The new round of QE2 is supposedly going to inject another $600 billion into the money supply by printing more money to buy our own debt.  However, as we are not allowed to audit the Fed’s books, we have no way of knowing how much is really being printed.  One has to wonder if we are wise to follow the path of the Pre-Nazi Weimar Republic and the recent scenario in Zimbabwe to solve our economic problems.  Our central bank seems to be writing a prescription for runaway inflation.

Congressman Ron Paul has long called for the dissolution of the Federal Reserve system, and now he is joined by a freshman class of some seventy new congressmen and senators with marching orders from the rank and file citizens and Tea Partiers to clamp down on government expansion, roll back spending, end this financial crisis, and restore common sense and accountability in Washington.

There are those who believe that the Fed did the right thing by aggressively acting to prevent a financial collapse.  But the newly empowered legislators seem to prefer the interpretation that this kind of action is just postponing and worsening the inevitable.  Continuing our long walk down a short pier on an extension made of paper will only put us into deeper water when reality can no longer be avoided.

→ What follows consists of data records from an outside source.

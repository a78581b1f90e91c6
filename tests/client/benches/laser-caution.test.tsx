import { render, screen } from '@testing-library/react';
import { afterEach, describe, expect, it } from 'vitest';
import { cleanup } from '@testing-library/react';
import { LaserCaution } from '../../../src/features/benches';
import { laserClasses } from '../../../shared/schemas/benches';

afterEach(cleanup);

describe('the laser caution', () => {
  it.each(['3R', '3B', '4', null] as const)('stands in full for class %s', (laserClass) => {
    render(<LaserCaution laserClass={laserClass} hazardWavelengthsNm={[405, 810]} variant="full" />);
    const caution = screen.getByRole('note', { name: 'Laser caution' });
    for (const words of [
      'eyewear made for 405 and 810nm',
      'table height',
      'terminate',
      'reflective tool',
      'Power down',
      'laser-safety officer',
      'IEC 60825-1',
      'site',
    ]) {
      expect(caution).toHaveProperty('textContent', expect.stringContaining(words));
    }
  });

  it('treats a class that nobody stated as one that can hurt', () => {
    render(<LaserCaution laserClass={null} hazardWavelengthsNm={[780]} variant="full" />);
    expect(screen.getByText(/not stated: take it as one that can hurt/)).toBeDefined();
  });

  it('keeps eyewear, height, reflections, power and who decides in the short form', () => {
    const { container } = render(
      <LaserCaution laserClass="3B" hazardWavelengthsNm={[780]} variant="short" />,
    );
    expect(container.textContent).toMatch(
      /Class 3B: eyewear for 780nm, beam at table height and terminated, nothing reflective.*power down.*officer.*IEC 60825-1/,
    );
  });

  it('never says that anything is safe', () => {
    for (const laserClass of [...laserClasses, null]) {
      for (const variant of ['full', 'short'] as const) {
        const { container } = render(
          <LaserCaution {...{ laserClass, variant }} hazardWavelengthsNm={[633]} />,
        );
        expect(container.textContent.replaceAll('laser-safety officer', '')).not.toMatch(
          /safe|harmless|no danger/i,
        );
        cleanup();
      }
    }
  });
});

Ron Paul, now in the House majority, seems to be the destined chair of the committee that oversees the central bank that he longs to terminate, but whether he will have the support to go that far remains to be seen. However, it does seem likely that increased transparency is in the offing.  The Fed has steadfastly resisted attempts at congressional review and audits, presumptively because they fear that their economic wisdom would be compromised by politics.  In an administration that already steers the economy with social policy rather than sound economic strategy, some would say that politicized economic policy would be preferable to socialized economic policy.

As long as “Let’s tax the rich more” keeps coming before “How can we cut spending?” “How much tax revenue do we need to collect?” and “How can we use tax policy to stimulate productivity and job creation in the private sector?” the lessons of history would lead us to believe that we can have no satisfactory recovery.  The length of this crisis and the fate of this administration will be determined in the next few months, as we see what concessions the administration is willing to make to the newly anointed legislators and how much power they can put behind their pledge and their directive from the American people.